» Prompt: Take down each entry exactly as written.

» Available records:
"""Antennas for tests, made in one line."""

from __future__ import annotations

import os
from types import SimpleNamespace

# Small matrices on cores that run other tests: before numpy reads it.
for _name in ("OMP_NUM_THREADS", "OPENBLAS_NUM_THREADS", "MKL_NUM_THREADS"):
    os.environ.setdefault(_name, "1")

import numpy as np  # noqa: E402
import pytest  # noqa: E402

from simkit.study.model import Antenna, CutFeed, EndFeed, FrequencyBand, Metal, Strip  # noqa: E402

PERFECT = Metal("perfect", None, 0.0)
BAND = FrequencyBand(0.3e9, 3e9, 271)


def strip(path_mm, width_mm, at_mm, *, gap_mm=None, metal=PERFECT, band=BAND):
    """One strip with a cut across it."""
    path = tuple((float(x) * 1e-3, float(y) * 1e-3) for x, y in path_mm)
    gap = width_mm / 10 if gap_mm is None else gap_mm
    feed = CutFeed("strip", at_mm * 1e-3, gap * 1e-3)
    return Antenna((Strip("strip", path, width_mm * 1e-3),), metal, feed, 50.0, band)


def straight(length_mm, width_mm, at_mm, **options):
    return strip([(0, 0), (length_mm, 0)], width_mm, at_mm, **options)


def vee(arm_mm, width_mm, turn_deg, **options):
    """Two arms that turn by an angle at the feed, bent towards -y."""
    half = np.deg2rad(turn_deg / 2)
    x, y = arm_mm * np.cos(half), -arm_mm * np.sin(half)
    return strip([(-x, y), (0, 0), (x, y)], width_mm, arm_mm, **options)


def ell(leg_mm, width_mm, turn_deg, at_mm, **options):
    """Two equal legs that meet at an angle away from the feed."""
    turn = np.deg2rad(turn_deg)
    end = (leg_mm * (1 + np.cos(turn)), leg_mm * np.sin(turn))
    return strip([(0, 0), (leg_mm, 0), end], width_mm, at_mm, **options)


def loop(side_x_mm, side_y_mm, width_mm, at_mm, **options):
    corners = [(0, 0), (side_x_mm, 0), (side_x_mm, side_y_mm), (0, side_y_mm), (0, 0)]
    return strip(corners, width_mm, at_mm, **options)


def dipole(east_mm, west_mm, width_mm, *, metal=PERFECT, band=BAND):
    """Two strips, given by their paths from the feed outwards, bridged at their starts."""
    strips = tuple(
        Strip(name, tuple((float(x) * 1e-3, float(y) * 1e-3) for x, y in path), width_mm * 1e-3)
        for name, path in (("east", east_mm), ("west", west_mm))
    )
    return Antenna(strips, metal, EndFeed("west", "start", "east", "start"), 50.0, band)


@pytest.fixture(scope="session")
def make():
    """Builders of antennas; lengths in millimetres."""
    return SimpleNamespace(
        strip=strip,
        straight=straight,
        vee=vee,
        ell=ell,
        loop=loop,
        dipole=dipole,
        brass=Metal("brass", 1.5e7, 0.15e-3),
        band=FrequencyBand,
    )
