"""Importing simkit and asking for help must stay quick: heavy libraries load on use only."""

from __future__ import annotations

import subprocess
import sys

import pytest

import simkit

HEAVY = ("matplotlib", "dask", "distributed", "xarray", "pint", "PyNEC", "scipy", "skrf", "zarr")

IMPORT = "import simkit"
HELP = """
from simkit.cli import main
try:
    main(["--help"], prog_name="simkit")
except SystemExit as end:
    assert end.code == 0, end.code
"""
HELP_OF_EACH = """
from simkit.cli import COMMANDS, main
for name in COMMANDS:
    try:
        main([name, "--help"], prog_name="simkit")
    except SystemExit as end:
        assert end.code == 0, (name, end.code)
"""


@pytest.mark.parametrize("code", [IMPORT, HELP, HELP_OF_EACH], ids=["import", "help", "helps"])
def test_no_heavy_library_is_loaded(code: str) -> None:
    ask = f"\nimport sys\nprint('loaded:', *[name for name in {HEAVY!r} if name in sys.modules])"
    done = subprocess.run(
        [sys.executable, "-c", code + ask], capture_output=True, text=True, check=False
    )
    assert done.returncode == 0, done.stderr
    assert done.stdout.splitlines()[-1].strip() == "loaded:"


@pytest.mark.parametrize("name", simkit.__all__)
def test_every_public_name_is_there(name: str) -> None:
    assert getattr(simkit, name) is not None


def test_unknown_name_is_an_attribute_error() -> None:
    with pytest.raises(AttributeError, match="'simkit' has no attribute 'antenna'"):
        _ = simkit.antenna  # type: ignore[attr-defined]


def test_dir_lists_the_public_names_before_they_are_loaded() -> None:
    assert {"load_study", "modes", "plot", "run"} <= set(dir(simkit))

» Your solution:
"""Antennas for tests, made in one line."""

from __future__ import annotations

import os
from types import SimpleNamespace

# Small matrices on cores that run other tests: before numpy reads it.
for _name in ("OMP_NUM_THREADS", "OPENBLAS_NUM_THREADS", "MKL_NUM_THREADS"):
    os.environ.setdefault(_name, "1")

import numpy as np  # noqa: E402
import pytest  # noqa: E402

from simkit.study.model import Antenna, CutFeed, EndFeed, FrequencyBand, Metal, Strip  # noqa: E402

PERFECT = Metal("perfect", None, 0.0)
BAND = FrequencyBand(0.3e9, 3e9, 271)


def strip(path_mm, width_mm, at_mm, *, gap_mm=None, metal=PERFECT, band=BAND):
    """One strip with a cut across it."""
    path = tuple((float(x) * 1e-3, float(y) * 1e-3) for x, y in path_mm)
    gap = width_mm / 10 if gap_mm is None else gap_mm
    feed = CutFeed("strip", at_mm * 1e-3, gap * 1e-3)
    return Antenna((Strip("strip", path, width_mm * 1e-3),), metal, feed, 50.0, band)


def straight(length_mm, width_mm, at_mm, **options):
    return strip([(0, 0), (length_mm, 0)], width_mm, at_mm, **options)


def vee(arm_mm, width_mm, turn_deg, **options):
    """Two arms that turn by an angle at the feed, bent towards -y."""
    half = np.deg2rad(turn_deg / 2)
    x, y = arm_mm * np.cos(half), -arm_mm * np.sin(half)
    return strip([(-x, y), (0, 0), (x, y)], width_mm, arm_mm, **options)


def ell(leg_mm, width_mm, turn_deg, at_mm, **options):
    """Two equal legs that meet at an angle away from the feed."""
    turn = np.deg2rad(turn_deg)
    end = (leg_mm * (1 + np.cos(turn)), leg_mm * np.sin(turn))
    return strip([(0, 0), (leg_mm, 0), end], width_mm, at_mm, **options)


def loop(side_x_mm, side_y_mm, width_mm, at_mm, **options):
    corners = [(0, 0), (side_x_mm, 0), (side_x_mm, side_y_mm), (0, side_y_mm), (0, 0)]
    return strip(corners, width_mm, at_mm, **options)


def dipole(east_mm, west_mm, width_mm, *, metal=PERFECT, band=BAND):
    """Two strips, given by their paths from the feed outwards, bridged at their starts."""
    strips = tuple(
        Strip(name, tuple((float(x) * 1e-3, float(y) * 1e-3) for x, y in path), width_mm * 1e-3)
        for name, path in (("east", east_mm), ("west", west_mm))
    )
    return Antenna(strips, metal, EndFeed("west", "start", "east", "start"), 50.0, band)


@pytest.fixture(scope="session")
def make():
    """Builders of antennas; lengths in millimetres."""
    return SimpleNamespace(
        strip=strip,
        straight=straight,
        vee=vee,
        ell=ell,
        loop=loop,
        dipole=dipole,
        brass=Metal("brass", 1.5e7, 0.15e-3),
        band=FrequencyBand,
    )
"""Importing simkit and asking for help must stay quick: heavy libraries load on use only."""

from __future__ import annotations

import subprocess
import sys

import pytest

import simkit

HEAVY = ("matplotlib", "dask", "distributed", "xarray", "pint", "PyNEC", "scipy", "skrf", "zarr")

IMPORT = "import simkit"
HELP = """
from simkit.cli import main
try:
    main(["--help"], prog_name="simkit")
except SystemExit as end:
    assert end.code == 0, end.code
"""
HELP_OF_EACH = """
from simkit.cli import COMMANDS, main
for name in COMMANDS:
    try:
        main([name, "--help"], prog_name="simkit")
    except SystemExit as end:
        assert end.code == 0, (name, end.code)
"""


@pytest.mark.parametrize("code", [IMPORT, HELP, HELP_OF_EACH], ids=["import", "help", "helps"])
def test_no_heavy_library_is_loaded(code: str) -> None:
    ask = f"\nimport sys\nprint('loaded:', *[name for name in {HEAVY!r} if name in sys.modules])"
    done = subprocess.run(
        [sys.executable, "-c", code + ask], capture_output=True, text=True, check=False
    )
    assert done.returncode == 0, done.stderr
    assert done.stdout.splitlines()[-1].strip() == "loaded:"


@pytest.mark.parametrize("name", simkit.__all__)
def test_every_public_name_is_there(name: str) -> None:
    assert getattr(simkit, name) is not None


def test_unknown_name_is_an_attribute_error() -> None:
    with pytest.raises(AttributeError, match="'simkit' has no attribute 'antenna'"):
        _ = simkit.antenna  # type: ignore[attr-defined]


def test_dir_lists_the_public_names_before_they_are_loaded() -> None:
    assert {"load_study", "modes", "plot", "run"} <= set(dir(simkit))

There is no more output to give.